**The task:** A word-for-word copy of the listing that follows is required.

**Extracted data:**

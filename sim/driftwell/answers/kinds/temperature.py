"""Temperature of a cloud: the spread of its velocities about its mean velocity.

    T_a = m var(v_a) / k_B,   var divided by n - 1                                          (1)

v is the velocity seen in the frame that moves with the cloud's mean, in which thermal motion is
slow against light: transverse to the mean motion it is the lab's proper velocity, along it the
lab's proper velocity divided by the Lorentz factor of the mean,

    v' = (1 - (1 - 1/Gamma) d d^T) (u - <u>),   d the direction of <u>                      (2)

Only the mean velocity of the whole cloud is taken out. Whatever else is ordered in the motion
counts as temperature: rotation, breathing, the quiver of an alternating drive, a velocity that
grows along a spreading pulse.

References
----------
J. D. Jackson, Classical Electrodynamics, 3rd ed. (1999), sec. 11.4 (addition of velocities, to
first order in the slow one; from memory). Good to first order in thermal speed over that of light.
"""

from __future__ import annotations

from typing import ClassVar, Literal

import numpy as np
from numpy.typing import NDArray

from driftwell.answers.charges import Charges
from driftwell.answers.evidence import CloudFacts, Moments
from driftwell.answers.form import AXES
from driftwell.answers.kinds.moment_question import MomentQuestion
from driftwell.constants import BOLTZMANN, SPEED_OF_LIGHT
from driftwell.forms import key
from driftwell.forms.spelling import spelled

Floats = NDArray[np.float64]


class Temperature(MomentQuestion):
    """Temperature of a cloud along one axis, or the mean of the three."""

    unit: ClassVar[str] = "K"
    ask: Literal["temperature"] = key("temperature, about the cloud's mean velocity")
    axis: Literal["x", "y", "z", "mean"] = key(
        'the axis, or "mean": the mean of the three', default="mean"
    )

    def of_charges(self, charges: Charges) -> float:
        mean = charges.velocity.mean(axis=1)
        apart = np.einsum("ij,jn->in", to_moving_frame(mean), charges.velocity - mean[:, None])
        degrees = len(charges) - 1
        variance = np.array([np.sum(component**2) / degrees for component in apart])
        return float(charges.cloud.mass / BOLTZMANN * self._chosen(variance[None])[0])

    def of_moments(self, moments: Moments, cloud: CloudFacts) -> Floats:
        turn = to_moving_frame(moments.centre[:, 3:])
        seen = turn @ moments.covariance[:, 3:, 3:] @ np.swapaxes(turn, -1, -2)
        variance = np.diagonal(seen, axis1=-2, axis2=-1)
        unbiased = moments.count / (moments.count - 1.0)
        return np.asarray(cloud.mass / BOLTZMANN * unbiased * self._chosen(variance))

    def _chosen(self, variance: Floats) -> Floats:
        """The axis asked for, or the mean, of variances (k, 3)."""
        if self.axis == "mean":
            return np.asarray(variance.mean(axis=1))
        return variance[:, AXES.index(self.axis)]

    def remark(self, centre: Floats) -> str:
        speed = float(np.linalg.norm(centre[3:]))
        return (
            f"about the mean velocity ({spelled(speed, 'm/s', 4)}); rotation, breathing and "
            "driven quiver count as heat"
        )

    def words(self) -> str:
        which = "mean of three axes" if self.axis == "mean" else f"along {self.axis}"
        return f'temperature of cloud "{self.of}", {which}, {self.when()}'


def to_moving_frame(mean: Floats) -> Floats:
    """Matrices (..., 3, 3) of eq. 2 for mean proper velocities (..., 3) in m/s."""
    square = np.sum(mean**2, axis=-1)[..., None, None]
    gamma = np.sqrt(1.0 + square / SPEED_OF_LIGHT**2)
    # (1 - 1/gamma) / u^2, written so that it neither cancels nor divides by a mean at rest.
    shrink = 1.0 / (SPEED_OF_LIGHT**2 * gamma * (gamma + 1.0))
    return np.asarray(np.eye(3) - shrink * mean[..., :, None] * mean[..., None, :])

**Exercise output:**
filename sim/driftwell/answers/kinds/temperature.py
"""Temperature of a cloud: the spread of its velocities about its mean velocity.

    T_a = m var(v_a) / k_B,   var divided by n - 1                                          (1)

v is the velocity seen in the frame that moves with the cloud's mean, in which thermal motion is
slow against light: transverse to the mean motion it is the lab's proper velocity, along it the
lab's proper velocity divided by the Lorentz factor of the mean,

    v' = (1 - (1 - 1/Gamma) d d^T) (u - <u>),   d the direction of <u>                      (2)

Only the mean velocity of the whole cloud is taken out. Whatever else is ordered in the motion
counts as temperature: rotation, breathing, the quiver of an alternating drive, a velocity that
grows along a spreading pulse.

References
----------
J. D. Jackson, Classical Electrodynamics, 3rd ed. (1999), sec. 11.4 (addition of velocities, to
first order in the slow one; from memory). Good to first order in thermal speed over that of light.
"""

from __future__ import annotations

from typing import ClassVar, Literal

import numpy as np
from numpy.typing import NDArray

from driftwell.answers.charges import Charges
from driftwell.answers.evidence import CloudFacts, Moments
from driftwell.answers.form import AXES
from driftwell.answers.kinds.moment_question import MomentQuestion
from driftwell.constants import BOLTZMANN, SPEED_OF_LIGHT
from driftwell.forms import key
from driftwell.forms.spelling import spelled

Floats = NDArray[np.float64]


class Temperature(MomentQuestion):
    """Temperature of a cloud along one axis, or the mean of the three."""

    unit: ClassVar[str] = "K"
    ask: Literal["temperature"] = key("temperature, about the cloud's mean velocity")
    axis: Literal["x", "y", "z", "mean"] = key(
        'the axis, or "mean": the mean of the three', default="mean"
    )

    def of_charges(self, charges: Charges) -> float:
        mean = charges.velocity.mean(axis=1)
        apart = np.einsum("ij,jn->in", to_moving_frame(mean), charges.velocity - mean[:, None])
        degrees = len(charges) - 1
        variance = np.array([np.sum(component**2) / degrees for component in apart])
        return float(charges.cloud.mass / BOLTZMANN * self._chosen(variance[None])[0])

    def of_moments(self, moments: Moments, cloud: CloudFacts) -> Floats:
        turn = to_moving_frame(moments.centre[:, 3:])
        seen = turn @ moments.covariance[:, 3:, 3:] @ np.swapaxes(turn, -1, -2)
        variance = np.diagonal(seen, axis1=-2, axis2=-1)
        unbiased = moments.count / (moments.count - 1.0)
        return np.asarray(cloud.mass / BOLTZMANN * unbiased * self._chosen(variance))

    def _chosen(self, variance: Floats) -> Floats:
        """The axis asked for, or the mean, of variances (k, 3)."""
        if self.axis == "mean":
            return np.asarray(variance.mean(axis=1))
        return variance[:, AXES.index(self.axis)]

    def remark(self, centre: Floats) -> str:
        speed = float(np.linalg.norm(centre[3:]))
        return (
            f"about the mean velocity ({spelled(speed, 'm/s', 4)}); rotation, breathing and "
            "driven quiver count as heat"
        )

    def words(self) -> str:
        which = "mean of three axes" if self.axis == "mean" else f"along {self.axis}"
        return f'temperature of cloud "{self.of}", {which}, {self.when()}'


def to_moving_frame(mean: Floats) -> Floats:
    """Matrices (..., 3, 3) of eq. 2 for mean proper velocities (..., 3) in m/s."""
    square = np.sum(mean**2, axis=-1)[..., None, None]
    gamma = np.sqrt(1.0 + square / SPEED_OF_LIGHT**2)
    # (1 - 1/gamma) / u^2, written so that it neither cancels nor divides by a mean at rest.
    shrink = 1.0 / (SPEED_OF_LIGHT**2 * gamma * (gamma + 1.0))
    return np.asarray(np.eye(3) - shrink * mean[..., :, None] * mean[..., None, :])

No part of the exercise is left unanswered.